### WHAT THE TASK REQUIRES
Some entries follow. Reproduce exactly the lines starting at the one with "MAX_CLAIM_FILE_BYTES, MAX_CLAIM_POSITIONS, readBoundary" and stopping after the one with "typed corners. */".

### STORED DATA
......
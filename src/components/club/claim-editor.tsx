"use client";
import { useRouter } from "next/navigation";
import { useState } from "react";
import { useDropzone } from "react-dropzone";
import { MAX_CLAIM_FILE_BYTES, MAX_CLAIM_POSITIONS, readBoundary } from "@/lib/club/geometry";
import { decimalMarkOf, parseNumber } from "@/lib/parse-number";
import type { Polygon } from "@/lib/entities/claim";
import { api, ApiError } from "./api";

export type EditableClaim = {
  id: string;
  name: string;
  kind: "placer" | "lode";
  agencyRef: string | null;
  rules: string;
  active: boolean;
  boundary: Polygon | null;
  landowner: string | null;
  royaltyKind: "percent_of_value" | "grams_per_troy_ounce" | null;
  royaltyRate: number | null;
};

/** Create or edit a claim: details, and a boundary from a GeoJSON file or typed corners. */
export function ClaimEditor({ claim }: { claim?: EditableClaim }) {
  const router = useRouter();
  const [form, setForm] = useState({
    name: claim?.name ?? "",
    kind: claim?.kind ?? "placer",
    agencyRef: claim?.agencyRef ?? "",
    rules: claim?.rules ?? "",
    active: claim?.active ?? true,
    corners: "",
    landowner: claim?.landowner ?? "",
    royaltyKind: claim?.royaltyKind ?? "",
    royaltyRate: claim?.royaltyRate == null ? "" : String(claim.royaltyRate),
  });
  const [boundary, setBoundary] = useState<Polygon | null | undefined>(undefined);
  const [errors, setErrors] = useState<Record<string, string>>({});
  const [status, setStatus] = useState<string | null>(null);
  const [overlap, setOverlap] = useState<string | null>(null);

  const { getRootProps, getInputProps } = useDropzone({
    accept: { "application/geo+json": [".geojson", ".json"], "application/json": [".json"] },
    maxFiles: 1,
    maxSize: MAX_CLAIM_FILE_BYTES,
    onDrop: async (files) => {
      const file = files[0];
      if (!file)
        return setErrors({ boundary: `Drop one .geojson file of at most ${MAX_CLAIM_FILE_BYTES / 1_000_000} MB and ${MAX_CLAIM_POSITIONS} positions.` });
      let parsed: unknown;
      try {
        parsed = JSON.parse(await file.text());
      } catch {
        return setErrors({ boundary: "That file is not JSON." });
      }
      const r = readBoundary(parsed);
      if (!r.ok) return setErrors({ boundary: r.message });
      setErrors({});
      setBoundary(r.polygon);
      setStatus(`Boundary read from ${file.name}: ${r.polygon.type === "Polygon" ? r.polygon.coordinates[0].length - 1 : "several"} corners.`);
    },
  });

  async function save(acceptOverlap = false) {
    setErrors({});
    setOverlap(null);
    try {
      const body = {
        name: form.name,
        kind: form.kind,
        agencyRef: form.agencyRef || null,
        rules: form.rules,
        active: form.active,
        acceptOverlap,
        landowner: form.landowner.trim() || null,
        royaltyKind: form.royaltyKind || null,
        royaltyRate: form.royaltyRate.trim() === "" ? null : (parseNumber(form.royaltyRate, decimalMarkOf(navigator.language)) ?? null),
        ...(boundary !== undefined ? { boundary } : {}),
        ...(form.corners.trim() ? { corners: form.corners } : {}),
      };
      await api(claim ? `/api/club/claims/${claim.id}` : "/api/club/claims", { method: claim ? "PUT" : "POST", body });
      setStatus("Saved. Members' devices get it at their next sync.");
      router.refresh();
    } catch (error) {
      // What was typed stays in the form; only the messages change.
      if (error instanceof ApiError && error.status === 409 && error.fields.boundary) return setOverlap(error.message);
      if (error instanceof ApiError) setErrors(Object.fromEntries(Object.entries(error.fields).map(([k, v]) => [k, v[0]])));
      setStatus(error instanceof Error ? error.message : String(error));
    }
  }

  const text = (key: "name" | "agencyRef", label: string) => (
    <label className="flex flex-col">
      <span className="field-label">{label}</span>
      <input className="field-input" value={form[key]} onChange={(e) => setForm({ ...form, [key]: e.target.value })} aria-invalid={!!errors[key]} />
      {errors[key] && <span className="field-error">{errors[key]}</span>}
    </label>
  );

  return (
    <form
      className="sheet grid gap-3 md:grid-cols-2"
      onSubmit={(e) => (e.preventDefault(), void save())}
      aria-label={claim ? `Edit ${claim.name}` : "New claim"}
    >
      {text("name", "Name")}
      {text("agencyRef", "Agency reference (serial number)")}
      <label className="flex flex-col">
        <span className="field-label">Kind</span>
        <select className="field-input" value={form.kind} onChange={(e) => setForm({ ...form, kind: e.target.value as "placer" | "lode" })}>
          <option value="placer">Placer</option>
          <option value="lode">Lode</option>
        </select>
      </label>
      <label className="flex min-h-touch items-center gap-2">
        <input type="checkbox" className="h-5 w-5" checked={form.active} onChange={(e) => setForm({ ...form, active: e.target.checked })} />
        Active (offered for new finds; a retired claim is kept for its history)
      </label>
      <label className="flex flex-col">
        <span className="field-label">Landowner (for the landowner&apos;s statement)</span>
        <input
          className="field-input"
          value={form.landowner}
          onChange={(e) => setForm({ ...form, landowner: e.target.value })}
          aria-invalid={!!errors.landowner}
        />
        {errors.landowner && <span className="field-error">{errors.landowner}</span>}
      </label>
      <div className="grid grid-cols-2 gap-2">
        <label className="flex flex-col">
          <span className="field-label">Royalty</span>
          <select
            className="field-input"
            value={form.royaltyKind}
            onChange={(e) => setForm({ ...form, royaltyKind: e.target.value as typeof form.royaltyKind })}
          >
            <option value="">None</option>
            <option value="percent_of_value">% of the value</option>
            <option value="grams_per_troy_ounce">g per troy ounce</option>
          </select>
        </label>
        <label className="flex flex-col">
          <span className="field-label">Rate</span>
          <input
            inputMode="decimal"
            className="field-input figure"
            value={form.royaltyRate}
            onChange={(e) => setForm({ ...form, royaltyRate: e.target.value })}
            aria-invalid={!!errors.royaltyRate}
          />
          {errors.royaltyRate && <span className="field-error">{errors.royaltyRate}</span>}
        </label>
      </div>
      <label className="flex flex-col md:col-span-2">
        <span className="field-label">Rules for members</span>
        <textarea rows={3} className="field-input" value={form.rules} onChange={(e) => setForm({ ...form, rules: e.target.value })} />
      </label>
      <div className="flex flex-col gap-2">
        <span className="field-label">Boundary from a GeoJSON file</span>
        <div {...getRootProps({ className: "rounded-md border-2 border-dashed border-edge p-4 text-center" })}>
          <input {...getInputProps({ "aria-label": "GeoJSON boundary file" })} />
          Drop a .geojson file here, or click to choose
        </div>
        {errors.boundary && <span className="field-error">{errors.boundary}</span>}
      </div>
      <label className="flex flex-col">
        <span className="field-label">…or corners, one per line (latitude, longitude)</span>
        <textarea
          rows={4}
          className="field-input figure"
          value={form.corners}
          onChange={(e) => setForm({ ...form, corners: e.target.value })}
          placeholder={"41.8012, -117.6231\n41.8012, -117.6175"}
          aria-invalid={!!errors.corners}
        />
        {errors.corners && <span className="field-error">{errors.corners}</span>}
      </label>
      <div className="flex items-center gap-3 md:col-span-2">
        <button type="submit" className="btn btn-primary">
          {claim ? "Save the claim" : "Add the claim"}
        </button>
        {status && <span role="status">{status}</span>}
      </div>
      {overlap && (
        <div role="alert" className="rounded-md border-2 border-rust p-2 md:col-span-2">
          <p>{overlap}</p>
          <button type="button" className="btn mt-2" onClick={() => void save(true)}>
            The overlap is right: save it
          </button>
        </div>
      )}
      <p className="text-xs text-ink-soft md:col-span-2">
        A boundary drawn here is the club&apos;s working outline, not a survey. The land agency&apos;s records decide.
      </p>
    </form>
  );
}
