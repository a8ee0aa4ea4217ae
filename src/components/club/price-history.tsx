"use client";
import { useRouter } from "next/navigation";
import { useState } from "react";
import { api } from "./api";
import { PriceForm } from "./price-form";

export type PriceEntry = {
  id: string;
  effectiveOn: string;
  pricePerTroyOunce: number;
  currency: string;
  recordedBy: string | null;
  createdOn: string;
  inForce: boolean;
  withdrawn: boolean;
  note: string;
  replaces: string | null;
};

/** Every price entered, which are in force, and a withdraw or correct for each one in force. */
export function PriceHistory({ prices, currency }: { prices: PriceEntry[]; currency: string }) {
  const router = useRouter();
  const [correcting, setCorrecting] = useState<string | null>(null);
  const [status, setStatus] = useState<string | null>(null);

  async function withdraw(p: PriceEntry) {
    const note = window.prompt(`Withdraw the ${p.effectiveOn} price of ${p.pricePerTroyOunce.toFixed(2)} ${p.currency}? Say why (kept in the history):`);
    if (!note) return;
    try {
      await api(`/api/club/prices/${p.id}`, { method: "POST", body: { action: "withdraw", note } });
      setStatus("Withdrawn. Finds of its period are valued at the price before it.");
      router.refresh();
    } catch (error) {
      setStatus((error as Error).message);
    }
  }

  return (
    <section className="sheet" aria-labelledby="price-history">
      <h2 id="price-history" className="heading-bar mb-2 text-lg">
        History
      </h2>
      {status && <p role="status">{status}</p>}
      <table className="w-full text-left text-sm" data-testid="price-history">
        <thead>
          <tr className="border-b-2 border-rule">
            <th className="py-2 pr-3">In force from</th>
            <th className="py-2 pr-3 text-right">Per troy ounce</th>
            <th className="py-2 pr-3">State</th>
            <th className="py-2 pr-3">Recorded</th>
            <th className="py-2">
              <span className="sr-only">Correct or withdraw</span>
            </th>
          </tr>
        </thead>
        <tbody>
          {prices.map((p) => (
            <tr key={p.id} className={`border-b border-rule align-top ${p.inForce ? "" : "text-ink-soft"}`} data-in-force={p.inForce}>
              <td className="figure py-2 pr-3">{p.effectiveOn}</td>
              <td className={`figure py-2 pr-3 text-right ${p.withdrawn ? "line-through" : ""}`}>
                {p.pricePerTroyOunce.toFixed(2)} {p.currency}
              </td>
              <td className="py-2 pr-3">
                {p.inForce ? "in force" : p.withdrawn ? "withdrawn" : `not in ${currency}`}
                {p.replaces ? " · a correction" : ""}
                {p.note && <span className="block text-xs">{p.note}</span>}
              </td>
              <td className="py-2 pr-3">
                {p.recordedBy ?? "—"} · <span className="figure">{p.createdOn}</span>
              </td>
              <td className="py-2">
                {p.inForce && (
                  <span className="flex gap-1">
                    <button type="button" className="btn px-2 text-sm" onClick={() => setCorrecting(correcting === p.id ? null : p.id)}>
                      Correct
                    </button>
                    <button type="button" className="btn px-2 text-sm" onClick={() => void withdraw(p)}>
                      Withdraw
                    </button>
                  </span>
                )}
                {correcting === p.id && (
                  <PriceForm currency={currency} replacing={{ id: p.id, effectiveOn: p.effectiveOn }} onDone={() => setCorrecting(null)} />
                )}
              </td>
            </tr>
          ))}
        </tbody>
      </table>
    </section>
  );
}
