import { describe, expect, it } from "vitest";
import { deviceTotals } from "./totals";

describe("the phone's tally, from the server's figures", () => {
  it("adds what was figured, counts what was not, and never adds a weight as fine gold", () => {
    const t = deviceTotals([
      { weightGrams: 10, figure: { basis: "claim_fineness", fineGrams: 8.25, low: 7, high: 9.5, weighMismatch: false } },
      { weightGrams: 80, figure: { basis: "weighed", fineGrams: 2.1, low: 1.6, high: 2.6, weighMismatch: true } },
      { weightGrams: 3, figure: null },
      { weightGrams: null },
    ]);
    expect(t).toEqual({
      finds: 4,
      weightGrams: 93,
      fineGrams: 10.35,
      fineLow: 8.6,
      fineHigh: 12.1,
      figured: 2,
      mismatched: 1,
      byBasis: { claim_fineness: 1, weighed: 1 },
    });
  });
});
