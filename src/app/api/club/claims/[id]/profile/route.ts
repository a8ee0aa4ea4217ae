import { z } from "zod";
import { claimProfileInputSchema } from "@/lib/club/schemas";
import { requireActor } from "@/server/auth/actor";
import { saveClaimProfile } from "@/server/club/claims";
import { AppError } from "@/server/errors";
import { json, parseJsonBody, route } from "@/server/http";
import { requireSameOrigin } from "@/server/origin";

type Ctx = { params: Promise<{ id: string }> };

/** The claim gold profile: fineness and host density, each a range with its source. */
export const PUT = route<Ctx>(async (req, ctx) => {
  requireSameOrigin(req);
  const actor = await requireActor(req, "manageClaims", "club");
  const input = await parseJsonBody(req, claimProfileInputSchema, "claim_profile");
  const id = z.uuid().safeParse((await ctx.params).id);
  if (!id.success) throw new AppError("not_found:claim", "No such claim.");
  return json(saveClaimProfile(actor, id.data, input));
});
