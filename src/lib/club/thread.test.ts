import { describe, expect, it } from "vitest";
import { queryStateOf } from "./thread";

// The device's copy of the server's REVIEW_STATE rule (club/figures.ts); the server's own is
// held by tests/integration/query-thread.test.ts.
describe("queryStateOf", () => {
  const r = (id: string, action: "verify" | "query" | "note", createdAt: number) => ({ id, action, createdAt });
  it("follows the latest verify or query; notes ask nothing", () => {
    expect(queryStateOf([], []).state).toBe("new");
    expect(queryStateOf([r("n", "note", 1)], []).state).toBe("new");
    expect(queryStateOf([r("q", "query", 1), r("n", "note", 2)], [])).toEqual({ state: "queried", latestQuery: { id: "q", createdAt: 1 } });
    expect(queryStateOf([r("q", "query", 1), r("v", "verify", 2)], [{ reviewId: "q" }]).state).toBe("verified");
  });
  it("is answered only by an answer naming the latest query", () => {
    const reviews = [r("q1", "query", 1), r("q2", "query", 3)];
    expect(queryStateOf(reviews, [{ reviewId: "q1" }]).state).toBe("queried");
    expect(queryStateOf(reviews, [{ reviewId: "q1" }, { reviewId: "q2" }]).state).toBe("answered");
  });
});
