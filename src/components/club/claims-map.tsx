"use client";
import dynamic from "next/dynamic";
import type { ClaimView } from "@/lib/entities/claim";

const MapView = dynamic(() => import("@/components/field/screens/map-view"), { ssr: false, loading: () => <div className="sheet h-64 animate-pulse" /> });

/** The club's claims on the map, each labelled (with its production where given). */
export function ClaimsMap({ claims, labels }: { claims: (Omit<ClaimView, "boundary"> & { boundary: unknown })[]; labels: Record<string, string> }) {
  return <MapView claims={claims as ClaimView[]} finds={[]} me={null} tileUrl="" labels={labels} />;
}
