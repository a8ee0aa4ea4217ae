"use client";
import { useMutation, useQuery, useQueryClient } from "@tanstack/react-query";
import { useState } from "react";
import { KIND_LABELS } from "@/lib/entities/constants";
import { engineLabel } from "@/components/weigh/engine-label";
import { DEFAULTS } from "@/lib/estimate/defaults";
import type { SpecimenInput } from "@/lib/estimate/types";
import type { ReportedEstimate } from "@/lib/entities/weigh-in";
import { formatGrams, formatWhen, heldAtAnEnd, spreadText } from "@/lib/format";
import type { ThreadEvent } from "@/lib/club/thread";
import { formatDecimal, toDms } from "@/lib/geo";
import { api, ApiError } from "./api";

type FindDetail = {
  timeZone: string;
  find: {
    id: string;
    memberName: string | null;
    claimName: string | null;
    kind: keyof typeof KIND_LABELS;
    weightGrams: number | null;
    depthCm: number | null;
    method: string;
    notes: string;
    lat: number | null;
    lon: number | null;
    accuracyM: number | null;
    foundAt: number;
    positionShared: boolean;
  };
  photos: { id: string }[];
  weighIns: {
    id: string;
    weighedAt: number;
    input: SpecimenInput;
    deviceEstimate: ReportedEstimate;
    serverEstimate: ReportedEstimate;
    engineVersion: string;
    mismatch: boolean;
    scaleName: string | null;
    scaleCheck: { checkedAt: number } | null;
    scaleCheckPassed: boolean | null;
  }[];
  reviews: { id: string; action: "verify" | "query" | "note"; note: string; createdAt: number; officerName: string | null }[];
  thread: ThreadEvent[];
};

const ACTION = { verify: "Verified", query: "Queried", note: "Note" } as const;

/**
 * One weigh-in as the officer reads it: the readings, the server's recomputation with the
 * engine that made it, and the member's device figure where it differs (with its engine).
 */
function WeighInLines({ w, timeZone }: { w: FindDetail["weighIns"][number]; timeZone: string }) {
  const server = w.serverEstimate;
  const device = w.deviceEstimate;
  const u = server.standardUncertainty.fineGoldGrams;
  // Engines from 2.0.0 on say what they assumed; older ones left the defaults implicit (and
  // took pure gold, 1000 ‰, when no fineness was given).
  const host = server.assumptions?.hostDensity ?? w.input.hostDensity ?? DEFAULTS.hostDensity;
  const fineness = server.assumptions?.finenessPermille ?? w.input.finenessPermille ?? 1000;
  const temp = server.assumptions?.waterTempC ?? w.input.waterTempC ?? DEFAULTS.waterTempC;
  // The range the engine worked with: a dense specimen narrows the member's preset (engine 2.1.0 on).
  const [fLo, fHi] = server.assumptions?.finenessRangePermille ?? [fineness, fineness];
  const fineRange = fLo < fHi ? `${Math.round(fLo)}–${Math.round(fHi)}` : "";
  return (
    <>
      <p>
        {formatWhen(w.weighedAt, timeZone)} · {w.input.method} · air {w.input.airGrams.join(", ")} g · water {w.input.waterGrams.join(", ")} g · {temp} °C ·
        host {host.toFixed(2)} · fineness {Math.round(fineness)} ‰{fineRange && ` (${fineRange})`}
      </p>
      <p className="font-bold tabular-nums">
        Server recomputation: {formatGrams(server.fineGoldGrams, "g", u)} fine (
        {spreadText(u, server.range.fineGoldGrams, (g) => formatGrams(g, "g", u), heldAtAnEnd(server))}), {engineLabel(w.engineVersion)}
      </p>
      <ScaleMark w={w} timeZone={timeZone} />
      {w.mismatch && (
        <p className="font-bold text-rust">
          {device.engineVersion === w.engineVersion
            ? `The member's device computed ${formatGrams(device.fineGoldGrams, "g", u)} with the same engine: check its app.`
            : `The member's device computed ${formatGrams(device.fineGoldGrams, "g", u)}, ${engineLabel(device.engineVersion)}.`}
        </p>
      )}
    </>
  );
}

/** Whether the weigh-in was made on a checked scale: the server's verdict on the scale's latest setup check then. */
function ScaleMark({ w, timeZone }: { w: FindDetail["weighIns"][number]; timeZone: string }) {
  const when = w.scaleCheck ? formatWhen(w.scaleCheck.checkedAt, timeZone) : "";
  const scale = w.scaleName ?? "a scale since removed";
  if (w.scaleCheckPassed === true)
    return (
      <p className="text-moss" data-testid="scale-mark" data-standing="passed">
        ✓ Checked scale: {scale}, setup check passed {when}.
      </p>
    );
  if (w.scaleCheckPassed === false)
    return (
      <p className="font-bold text-rust" data-testid="scale-mark" data-standing="failed">
        ⚠ Made on {scale}, whose last setup check ({when}) failed: the rig was off, so this estimate may be too.
      </p>
    );
  return (
    <p className="text-ink-soft" data-testid="scale-mark" data-standing="unchecked">
      {w.scaleName || w.scaleCheck ? `On ${scale}, not checked then.` : "No scale named; the rig was not checked."}
    </p>
  );
}

/** One step of the thread, on the club's clock. */
function ThreadLine({ e, timeZone }: { e: ThreadEvent; timeZone: string }) {
  const when = <time dateTime={new Date(e.at).toISOString()}>{formatWhen(e.at, timeZone)}</time>;
  switch (e.kind) {
    case "review":
      return (
        <>
          <strong className={e.action === "query" ? "text-rust" : e.action === "verify" ? "text-moss" : ""}>{ACTION[e.action]}</strong> by{" "}
          {e.by ?? "a former officer"} · {when} {e.note && `— ${e.note}`}
        </>
      );
    case "answer":
      return (
        <>
          <strong>Answered</strong> by {e.by ?? "the member"} · {when} — {e.note}
        </>
      );
    case "edit":
      return (
        <span className="text-ink-soft">
          The member changed the find ({e.fields.join(", ")}) · {when}
        </span>
      );
    case "weighIn":
      return (
        <span className="text-ink-soft">
          The member {e.removed ? "removed a weigh-in" : "weighed it"} · {when}
        </span>
      );
  }
}

/** A find opened from the ledger: everything about it, and the officer's verify / query / note. */
export function FindPanel({ id, onClose }: { id: string; onClose: () => void }) {
  const client = useQueryClient();
  const { data, error, isPending } = useQuery({ queryKey: ["find", id], queryFn: () => api<FindDetail>(`/api/club/finds/${id}`) });
  const [note, setNote] = useState("");
  const review = useMutation({
    mutationFn: (action: "verify" | "query" | "note") => api(`/api/club/finds/${id}/reviews`, { method: "POST", body: { action, note } }),
    onSuccess: () => {
      setNote("");
      void client.invalidateQueries({ queryKey: ["find", id] });
      void client.invalidateQueries({ queryKey: ["ledger"] });
    },
  });

  return (
    <aside aria-label="Find" className="sheet flex flex-col gap-3" data-testid="find-panel">
      <div className="flex items-center justify-between">
        <h2 className="text-xl font-bold">{data ? `${KIND_LABELS[data.find.kind]} · ${data.find.memberName ?? ""}` : "Find"}</h2>
        <button type="button" className="btn" onClick={onClose}>
          Close
        </button>
      </div>
      {isPending && <p role="status">Loading…</p>}
      {error && <p className="field-error">{(error as Error).message}</p>}
      {data && (
        <>
          <dl className="grid grid-cols-[auto_minmax(0,1fr)] gap-x-4 gap-y-2 text-sm">
            <dt className="text-ink-soft">Found</dt>
            <dd>{formatWhen(data.find.foundAt, data.timeZone)}</dd>
            <dt className="text-ink-soft">Claim</dt>
            <dd>{data.find.claimName ?? "off the club's claims"}</dd>
            <dt className="text-ink-soft">Weight</dt>
            <dd className="figure">{data.find.weightGrams != null ? formatGrams(data.find.weightGrams) : "—"}</dd>
            <dt className="text-ink-soft">Method, depth</dt>
            <dd>
              {data.find.method}
              {data.find.depthCm != null ? `, ${data.find.depthCm} cm` : ""}
            </dd>
            <dt className="text-ink-soft">Position</dt>
            <dd className="tabular-nums">
              {data.find.lat !== null && data.find.lon !== null ? (
                <>
                  <span className="whitespace-nowrap">{formatDecimal(data.find.lat, data.find.lon)}</span>
                  <br />
                  {/* Latitude and longitude each kept whole; the pair wraps between them if it must. */}
                  <span className="whitespace-nowrap">{toDms(data.find.lat, "lat")}</span>{" "}
                  <span className="whitespace-nowrap">{toDms(data.find.lon, "lon")}</span>
                </>
              ) : data.find.positionShared ? (
                "not recorded"
              ) : (
                "the member shares the claim only"
              )}
            </dd>
          </dl>
          {data.find.notes && <p className="text-sm">“{data.find.notes}”</p>}
          {data.photos.length > 0 && (
            <div className="flex flex-wrap gap-2">
              {data.photos.map((p) => (
                // eslint-disable-next-line @next/next/no-img-element -- served by our photo handler, EXIF stripped
                <img key={p.id} src={`/api/photos/${p.id}`} alt="Photo of the find" className="h-28 w-28 rounded-md border border-rule object-cover" />
              ))}
            </div>
          )}
          <section>
            <h3 className="font-bold">Weigh-ins</h3>
            {data.weighIns.length === 0 && <p className="text-sm text-ink-soft">None.</p>}
            {data.weighIns.map((w) => (
              <div key={w.id} className="border-b border-rule py-2 text-sm">
                <WeighInLines w={w} timeZone={data.timeZone} />
              </div>
            ))}
          </section>
          <section>
            <h3 className="font-bold">Query thread</h3>
            {data.thread.length === 0 && <p className="text-sm text-ink-soft">Not reviewed yet.</p>}
            <ol className="text-sm" data-testid="review-history">
              {data.thread.map((e) => (
                <li key={`${e.kind}:${e.id}`} data-kind={e.kind} data-action={e.kind === "review" ? e.action : undefined} className="border-b border-rule py-1">
                  <ThreadLine e={e} timeZone={data.timeZone} />
                </li>
              ))}
            </ol>
          </section>
          <div className="flex flex-col gap-2">
            <label className="flex flex-col">
              <span className="field-label">Note to the member</span>
              <textarea rows={2} className="field-input" value={note} onChange={(e) => setNote(e.target.value)} />
            </label>
            {review.error && (
              <p className="field-error">{review.error instanceof ApiError ? (review.error.fields.note?.[0] ?? review.error.message) : String(review.error)}</p>
            )}
            <div className="flex flex-wrap gap-2">
              <button type="button" className="btn btn-primary" disabled={review.isPending} onClick={() => review.mutate("verify")}>
                Verify
              </button>
              <button type="button" className="btn" disabled={review.isPending} onClick={() => review.mutate("query")}>
                Query
              </button>
              <button type="button" className="btn" disabled={review.isPending} onClick={() => review.mutate("note")}>
                Add a note
              </button>
            </div>
          </div>
          <p className="text-xs text-ink-soft">Figures are estimates from hydrostatic weighing, not assays.</p>
        </>
      )}
    </aside>
  );
}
......
### EXERCISE ANSWER
import { MAX_CLAIM_FILE_BYTES, MAX_CLAIM_POSITIONS, readBoundary } from "@/lib/club/geometry";
import { decimalMarkOf, parseNumber } from "@/lib/parse-number";
import type { Polygon } from "@/lib/entities/claim";
import { api, ApiError } from "./api";

export type EditableClaim = {
  id: string;
  name: string;
  kind: "placer" | "lode";
  agencyRef: string | null;
  rules: string;
  active: boolean;
  boundary: Polygon | null;
  landowner: string | null;
  royaltyKind: "percent_of_value" | "grams_per_troy_ounce" | null;
  royaltyRate: number | null;
};

/** Create or edit a claim: details, and a boundary from a GeoJSON file or typed corners. */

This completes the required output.